Exercise aim: Using the entries below, write out the line with "fish | source", the line with "stand several times.", and every line in between, exactly as each is written.

=== Section Start ===

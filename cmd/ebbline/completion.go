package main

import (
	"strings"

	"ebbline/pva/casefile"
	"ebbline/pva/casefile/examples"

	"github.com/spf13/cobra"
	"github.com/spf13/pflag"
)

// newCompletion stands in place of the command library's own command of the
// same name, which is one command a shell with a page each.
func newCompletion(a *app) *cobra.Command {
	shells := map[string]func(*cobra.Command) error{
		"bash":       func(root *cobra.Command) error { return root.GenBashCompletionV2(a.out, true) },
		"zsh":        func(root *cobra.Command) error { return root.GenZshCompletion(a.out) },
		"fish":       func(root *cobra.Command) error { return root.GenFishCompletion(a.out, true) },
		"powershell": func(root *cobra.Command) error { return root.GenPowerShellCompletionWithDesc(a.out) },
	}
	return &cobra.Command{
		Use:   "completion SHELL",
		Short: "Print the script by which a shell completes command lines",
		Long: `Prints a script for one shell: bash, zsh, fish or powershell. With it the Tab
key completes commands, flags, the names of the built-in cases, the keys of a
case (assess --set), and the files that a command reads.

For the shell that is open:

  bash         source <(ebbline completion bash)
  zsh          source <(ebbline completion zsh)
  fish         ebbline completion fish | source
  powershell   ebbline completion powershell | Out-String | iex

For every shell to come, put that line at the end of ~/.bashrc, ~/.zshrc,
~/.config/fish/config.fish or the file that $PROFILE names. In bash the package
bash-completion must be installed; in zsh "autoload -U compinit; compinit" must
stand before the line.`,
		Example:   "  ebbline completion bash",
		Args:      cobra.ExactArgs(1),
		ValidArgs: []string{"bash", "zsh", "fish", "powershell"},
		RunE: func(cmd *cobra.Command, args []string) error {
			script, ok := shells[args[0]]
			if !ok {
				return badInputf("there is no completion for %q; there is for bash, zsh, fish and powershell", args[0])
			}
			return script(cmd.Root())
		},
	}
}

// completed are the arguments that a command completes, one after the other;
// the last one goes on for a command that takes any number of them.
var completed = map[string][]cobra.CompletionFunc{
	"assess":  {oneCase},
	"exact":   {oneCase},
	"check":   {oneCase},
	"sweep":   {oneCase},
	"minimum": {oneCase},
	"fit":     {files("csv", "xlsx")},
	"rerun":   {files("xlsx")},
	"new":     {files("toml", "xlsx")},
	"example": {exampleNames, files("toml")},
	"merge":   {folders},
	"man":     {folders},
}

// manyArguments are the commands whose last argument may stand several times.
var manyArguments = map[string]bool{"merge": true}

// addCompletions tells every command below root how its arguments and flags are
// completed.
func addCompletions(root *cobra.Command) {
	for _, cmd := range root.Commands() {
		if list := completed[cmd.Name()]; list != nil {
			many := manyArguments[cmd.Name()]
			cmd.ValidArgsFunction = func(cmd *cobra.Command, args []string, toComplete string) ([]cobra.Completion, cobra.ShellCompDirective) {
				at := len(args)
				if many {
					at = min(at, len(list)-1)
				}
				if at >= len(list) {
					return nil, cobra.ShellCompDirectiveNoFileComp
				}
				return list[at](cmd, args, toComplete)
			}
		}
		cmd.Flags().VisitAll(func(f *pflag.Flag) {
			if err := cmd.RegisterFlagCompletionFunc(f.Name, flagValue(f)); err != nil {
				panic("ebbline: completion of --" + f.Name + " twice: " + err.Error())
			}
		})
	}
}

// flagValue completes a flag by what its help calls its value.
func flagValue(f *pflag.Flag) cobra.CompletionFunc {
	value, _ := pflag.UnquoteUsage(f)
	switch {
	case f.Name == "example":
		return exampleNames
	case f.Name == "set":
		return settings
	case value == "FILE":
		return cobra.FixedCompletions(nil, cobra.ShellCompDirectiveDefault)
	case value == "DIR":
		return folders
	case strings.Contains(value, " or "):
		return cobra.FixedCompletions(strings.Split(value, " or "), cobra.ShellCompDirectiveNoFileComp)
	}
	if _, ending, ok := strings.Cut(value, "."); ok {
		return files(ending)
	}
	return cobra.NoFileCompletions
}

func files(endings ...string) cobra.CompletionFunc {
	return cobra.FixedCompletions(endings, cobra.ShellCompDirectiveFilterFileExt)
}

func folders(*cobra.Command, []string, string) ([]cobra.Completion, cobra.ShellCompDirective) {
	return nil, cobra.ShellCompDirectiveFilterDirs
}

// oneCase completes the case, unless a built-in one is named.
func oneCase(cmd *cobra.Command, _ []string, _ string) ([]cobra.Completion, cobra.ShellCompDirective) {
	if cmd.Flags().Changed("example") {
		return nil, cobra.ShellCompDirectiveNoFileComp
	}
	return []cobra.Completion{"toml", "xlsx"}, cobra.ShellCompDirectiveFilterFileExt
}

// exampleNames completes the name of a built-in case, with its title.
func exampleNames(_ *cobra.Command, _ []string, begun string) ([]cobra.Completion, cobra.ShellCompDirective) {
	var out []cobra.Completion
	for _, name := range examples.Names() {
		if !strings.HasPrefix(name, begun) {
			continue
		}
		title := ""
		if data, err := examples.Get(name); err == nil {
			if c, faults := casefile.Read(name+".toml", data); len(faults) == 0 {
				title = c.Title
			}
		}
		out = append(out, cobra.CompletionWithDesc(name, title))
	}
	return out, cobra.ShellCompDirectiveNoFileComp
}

=== Section End ===
=== Section Start ===

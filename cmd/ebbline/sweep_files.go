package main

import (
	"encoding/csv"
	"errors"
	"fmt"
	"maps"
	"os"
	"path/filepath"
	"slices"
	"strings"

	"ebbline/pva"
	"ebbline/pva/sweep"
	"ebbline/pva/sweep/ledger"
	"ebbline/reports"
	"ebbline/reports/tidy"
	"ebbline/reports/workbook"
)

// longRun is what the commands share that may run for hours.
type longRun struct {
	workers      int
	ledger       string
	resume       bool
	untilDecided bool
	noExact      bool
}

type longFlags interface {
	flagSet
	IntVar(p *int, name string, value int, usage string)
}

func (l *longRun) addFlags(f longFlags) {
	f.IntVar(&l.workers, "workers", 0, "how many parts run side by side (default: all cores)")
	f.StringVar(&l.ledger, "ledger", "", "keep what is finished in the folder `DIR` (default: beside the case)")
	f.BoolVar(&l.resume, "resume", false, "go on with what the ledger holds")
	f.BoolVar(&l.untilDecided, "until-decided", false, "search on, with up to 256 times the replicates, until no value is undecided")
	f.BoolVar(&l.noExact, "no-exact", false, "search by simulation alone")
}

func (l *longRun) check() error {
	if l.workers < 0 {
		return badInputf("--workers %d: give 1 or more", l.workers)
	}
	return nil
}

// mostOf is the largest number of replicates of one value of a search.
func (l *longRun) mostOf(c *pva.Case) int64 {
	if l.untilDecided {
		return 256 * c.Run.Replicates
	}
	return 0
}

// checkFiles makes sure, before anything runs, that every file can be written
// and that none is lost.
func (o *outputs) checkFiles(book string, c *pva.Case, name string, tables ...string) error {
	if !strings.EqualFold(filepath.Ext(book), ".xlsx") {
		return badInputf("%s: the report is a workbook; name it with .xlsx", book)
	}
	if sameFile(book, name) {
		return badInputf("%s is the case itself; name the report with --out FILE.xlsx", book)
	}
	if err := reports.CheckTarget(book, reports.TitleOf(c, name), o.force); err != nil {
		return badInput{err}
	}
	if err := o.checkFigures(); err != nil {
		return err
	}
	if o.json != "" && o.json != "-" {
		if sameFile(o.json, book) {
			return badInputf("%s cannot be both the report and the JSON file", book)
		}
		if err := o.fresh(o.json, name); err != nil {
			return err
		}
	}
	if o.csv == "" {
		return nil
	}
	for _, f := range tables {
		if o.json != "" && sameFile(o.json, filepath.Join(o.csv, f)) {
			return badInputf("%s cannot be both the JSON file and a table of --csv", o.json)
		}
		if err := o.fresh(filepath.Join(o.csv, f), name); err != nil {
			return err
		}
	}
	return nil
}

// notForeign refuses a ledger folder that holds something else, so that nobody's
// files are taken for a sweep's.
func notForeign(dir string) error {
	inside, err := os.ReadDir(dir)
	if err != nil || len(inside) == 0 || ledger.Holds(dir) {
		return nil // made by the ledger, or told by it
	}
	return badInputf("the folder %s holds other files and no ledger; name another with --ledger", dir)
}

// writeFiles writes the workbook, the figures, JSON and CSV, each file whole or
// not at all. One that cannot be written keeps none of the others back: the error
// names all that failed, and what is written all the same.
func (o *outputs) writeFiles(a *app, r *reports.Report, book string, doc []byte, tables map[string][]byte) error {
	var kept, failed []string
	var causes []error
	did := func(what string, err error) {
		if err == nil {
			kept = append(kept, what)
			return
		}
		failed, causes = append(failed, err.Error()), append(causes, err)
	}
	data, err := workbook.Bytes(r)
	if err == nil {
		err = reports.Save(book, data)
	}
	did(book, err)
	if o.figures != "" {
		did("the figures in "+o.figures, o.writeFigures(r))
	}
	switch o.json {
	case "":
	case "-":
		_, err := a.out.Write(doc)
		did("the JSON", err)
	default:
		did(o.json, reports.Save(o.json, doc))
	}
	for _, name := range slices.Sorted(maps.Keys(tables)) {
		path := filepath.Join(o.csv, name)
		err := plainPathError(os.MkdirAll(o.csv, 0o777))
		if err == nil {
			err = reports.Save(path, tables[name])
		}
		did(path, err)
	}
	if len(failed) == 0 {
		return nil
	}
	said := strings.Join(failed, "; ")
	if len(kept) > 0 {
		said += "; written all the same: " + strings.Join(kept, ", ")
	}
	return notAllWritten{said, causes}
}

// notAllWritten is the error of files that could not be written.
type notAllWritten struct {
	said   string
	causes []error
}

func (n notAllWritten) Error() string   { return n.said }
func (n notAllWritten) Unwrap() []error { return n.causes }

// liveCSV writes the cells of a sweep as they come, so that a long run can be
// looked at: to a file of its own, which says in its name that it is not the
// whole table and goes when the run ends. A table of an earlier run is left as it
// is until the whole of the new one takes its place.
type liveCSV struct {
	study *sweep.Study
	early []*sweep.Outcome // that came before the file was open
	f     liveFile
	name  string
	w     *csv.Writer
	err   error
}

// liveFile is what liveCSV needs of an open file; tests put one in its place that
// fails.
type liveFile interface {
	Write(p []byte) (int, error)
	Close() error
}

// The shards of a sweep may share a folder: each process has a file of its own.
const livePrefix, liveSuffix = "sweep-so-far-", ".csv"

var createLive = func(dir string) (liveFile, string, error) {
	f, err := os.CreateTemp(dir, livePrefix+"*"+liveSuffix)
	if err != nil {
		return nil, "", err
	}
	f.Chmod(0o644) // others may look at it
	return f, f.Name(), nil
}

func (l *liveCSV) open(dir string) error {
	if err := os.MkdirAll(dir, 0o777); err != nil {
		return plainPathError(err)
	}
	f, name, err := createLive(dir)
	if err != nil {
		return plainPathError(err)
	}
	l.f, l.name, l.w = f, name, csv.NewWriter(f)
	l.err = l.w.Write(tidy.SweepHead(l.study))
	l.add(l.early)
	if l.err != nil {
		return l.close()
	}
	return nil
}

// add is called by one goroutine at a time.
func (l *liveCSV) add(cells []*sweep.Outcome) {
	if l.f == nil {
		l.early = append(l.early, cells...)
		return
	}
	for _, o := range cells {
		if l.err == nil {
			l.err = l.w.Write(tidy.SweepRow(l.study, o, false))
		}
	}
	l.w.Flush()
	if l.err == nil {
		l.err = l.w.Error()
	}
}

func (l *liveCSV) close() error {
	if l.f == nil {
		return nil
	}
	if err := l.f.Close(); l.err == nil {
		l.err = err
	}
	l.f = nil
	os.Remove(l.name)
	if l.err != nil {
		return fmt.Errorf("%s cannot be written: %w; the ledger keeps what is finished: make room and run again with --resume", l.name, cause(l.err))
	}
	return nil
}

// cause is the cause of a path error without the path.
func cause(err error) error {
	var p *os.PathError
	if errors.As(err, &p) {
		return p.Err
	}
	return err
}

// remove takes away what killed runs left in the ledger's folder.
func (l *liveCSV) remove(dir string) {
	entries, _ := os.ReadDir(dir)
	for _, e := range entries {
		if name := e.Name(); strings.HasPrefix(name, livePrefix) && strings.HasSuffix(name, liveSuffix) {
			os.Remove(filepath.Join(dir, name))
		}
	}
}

=== Section End ===
=== Section Start ===

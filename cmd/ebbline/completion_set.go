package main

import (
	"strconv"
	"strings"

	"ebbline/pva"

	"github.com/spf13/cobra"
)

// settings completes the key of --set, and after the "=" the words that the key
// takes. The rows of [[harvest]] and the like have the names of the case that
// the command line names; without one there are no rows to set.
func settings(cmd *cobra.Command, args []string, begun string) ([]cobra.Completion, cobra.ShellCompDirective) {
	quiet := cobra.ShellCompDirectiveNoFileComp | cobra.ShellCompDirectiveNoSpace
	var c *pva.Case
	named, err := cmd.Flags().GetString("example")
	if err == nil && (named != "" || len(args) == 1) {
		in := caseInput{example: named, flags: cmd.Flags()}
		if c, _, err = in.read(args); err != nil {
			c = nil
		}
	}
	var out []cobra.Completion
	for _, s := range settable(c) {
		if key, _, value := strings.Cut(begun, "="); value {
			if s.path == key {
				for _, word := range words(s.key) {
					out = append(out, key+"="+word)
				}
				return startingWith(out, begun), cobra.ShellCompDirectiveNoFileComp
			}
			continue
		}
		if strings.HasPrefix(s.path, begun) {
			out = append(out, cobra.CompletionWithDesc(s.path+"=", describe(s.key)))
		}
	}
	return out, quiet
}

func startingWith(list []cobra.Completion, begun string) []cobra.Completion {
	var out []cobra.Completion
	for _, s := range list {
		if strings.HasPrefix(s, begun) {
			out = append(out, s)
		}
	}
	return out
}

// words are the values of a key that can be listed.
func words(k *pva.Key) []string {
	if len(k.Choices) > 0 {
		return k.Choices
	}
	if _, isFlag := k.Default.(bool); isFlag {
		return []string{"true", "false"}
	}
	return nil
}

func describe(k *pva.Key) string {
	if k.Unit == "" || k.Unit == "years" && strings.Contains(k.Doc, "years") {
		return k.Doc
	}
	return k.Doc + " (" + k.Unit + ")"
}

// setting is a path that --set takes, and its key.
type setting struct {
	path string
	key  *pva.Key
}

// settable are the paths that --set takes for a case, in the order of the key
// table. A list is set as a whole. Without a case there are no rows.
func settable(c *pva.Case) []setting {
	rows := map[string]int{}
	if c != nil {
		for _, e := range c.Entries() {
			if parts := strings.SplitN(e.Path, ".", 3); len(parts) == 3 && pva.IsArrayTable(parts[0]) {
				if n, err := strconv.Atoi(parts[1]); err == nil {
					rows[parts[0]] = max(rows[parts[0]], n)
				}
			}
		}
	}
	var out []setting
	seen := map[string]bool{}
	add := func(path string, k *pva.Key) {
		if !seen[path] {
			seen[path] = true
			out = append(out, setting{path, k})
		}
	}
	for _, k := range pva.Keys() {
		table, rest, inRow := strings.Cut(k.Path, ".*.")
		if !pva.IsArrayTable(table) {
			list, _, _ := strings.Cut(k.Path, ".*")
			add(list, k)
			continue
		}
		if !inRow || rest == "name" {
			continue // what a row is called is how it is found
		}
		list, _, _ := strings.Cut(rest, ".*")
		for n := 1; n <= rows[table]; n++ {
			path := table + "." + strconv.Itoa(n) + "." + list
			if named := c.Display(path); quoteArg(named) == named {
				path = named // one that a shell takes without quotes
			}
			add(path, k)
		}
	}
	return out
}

=== Section End ===

Output of the task:
  fish         ebbline completion fish | source
  powershell   ebbline completion powershell | Out-String | iex

For every shell to come, put that line at the end of ~/.bashrc, ~/.zshrc,
~/.config/fish/config.fish or the file that $PROFILE names. In bash the package
bash-completion must be installed; in zsh "autoload -U compinit; compinit" must
stand before the line.`,
		Example:   "  ebbline completion bash",
		Args:      cobra.ExactArgs(1),
		ValidArgs: []string{"bash", "zsh", "fish", "powershell"},
		RunE: func(cmd *cobra.Command, args []string) error {
			script, ok := shells[args[0]]
			if !ok {
				return badInputf("there is no completion for %q; there is for bash, zsh, fish and powershell", args[0])
			}
			return script(cmd.Root())
		},
	}
}

// completed are the arguments that a command completes, one after the other;
// the last one goes on for a command that takes any number of them.
var completed = map[string][]cobra.CompletionFunc{
	"assess":  {oneCase},
	"exact":   {oneCase},
	"check":   {oneCase},
	"sweep":   {oneCase},
	"minimum": {oneCase},
	"fit":     {files("csv", "xlsx")},
	"rerun":   {files("xlsx")},
	"new":     {files("toml", "xlsx")},
	"example": {exampleNames, files("toml")},
	"merge":   {folders},
	"man":     {folders},
}

// manyArguments are the commands whose last argument may stand several times.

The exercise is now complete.